## Provided records
*-*-*

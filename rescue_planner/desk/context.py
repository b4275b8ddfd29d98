"""What every page is given."""

from __future__ import annotations

from dataclasses import dataclass
from typing import TYPE_CHECKING

from PySide6.QtCore import QObject, Signal

from rescue_planner.case.faults import Problem
from rescue_planner.desk.document import CaseDocument
from rescue_planner.desk.jobs import JobRunner
from rescue_planner.desk.view import ViewState

if TYPE_CHECKING:
    from rescue_planner.desk.live import LiveComparison


class ExplainerFeed(QObject):
    """Tells the explainer what has the focus."""

    asked = Signal(str)  # a path of the case, or the key of a measure

    def __init__(self, parent: QObject | None = None) -> None:
        super().__init__(parent)
        self.current = ""

    def show(self, path_or_measure: str) -> None:
        """Explain an input by its path, or a measure by its key."""
        self.current = path_or_measure
        self.asked.emit(path_or_measure)


class ProblemBoard(QObject):
    """Fields whose typed text is not in the case, with the sentence each one shows."""

    changed = Signal()

    def __init__(self, parent: QObject | None = None) -> None:
        super().__init__(parent)
        self._shown: dict[str, tuple[Problem, ...]] = {}

    @property
    def shown(self) -> dict[str, tuple[Problem, ...]]:
        """Problems by the path of the field that shows them."""
        return dict(self._shown)

    def put(self, path: str, problems: tuple[Problem, ...]) -> None:
        """Say which problems the field at `path` shows; none takes it off the board."""
        if problems == self._shown.get(path, ()):
            return
        if problems:
            self._shown[path] = problems
        else:
            self._shown.pop(path, None)
        self.changed.emit()

    def clear(self) -> None:
        """Take everything off the board."""
        if self._shown:
            self._shown.clear()
            self.changed.emit()


@dataclass(frozen=True, slots=True, eq=False)
class Desk:
    """The parts that pages share; only the window builds it."""

    document: CaseDocument
    live: LiveComparison
    view: ViewState
    jobs: JobRunner
    explain: ExplainerFeed
    problems_shown: ProblemBoard

    @classmethod
    def build(cls, parent: QObject | None = None) -> Desk:
        """Return a desk with nothing open; `close` it before it goes away."""
        from rescue_planner.desk.live import LiveComparison

        document = CaseDocument(parent)
        return cls(
            document,
            LiveComparison(document, parent),
            ViewState(parent),
            JobRunner(parent),
            ExplainerFeed(parent),
            ProblemBoard(parent),
        )

    def close(self) -> None:
        """Stop all computations and wait for them."""
        self.live.close()
        self.jobs.close()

*-*-*

## Work to be completed
Retype the entries exactly from the first line, stopping after the line with "from rescue_planner.desk.document import".

## Answer to this problem
filename rescue_planner/desk/context.py
repository b4275b8ddfd29d98
"""What every page is given."""

from __future__ import annotations

from dataclasses import dataclass
from typing import TYPE_CHECKING

from PySide6.QtCore import QObject, Signal

from rescue_planner.case.faults import Problem
from rescue_planner.desk.document import CaseDocument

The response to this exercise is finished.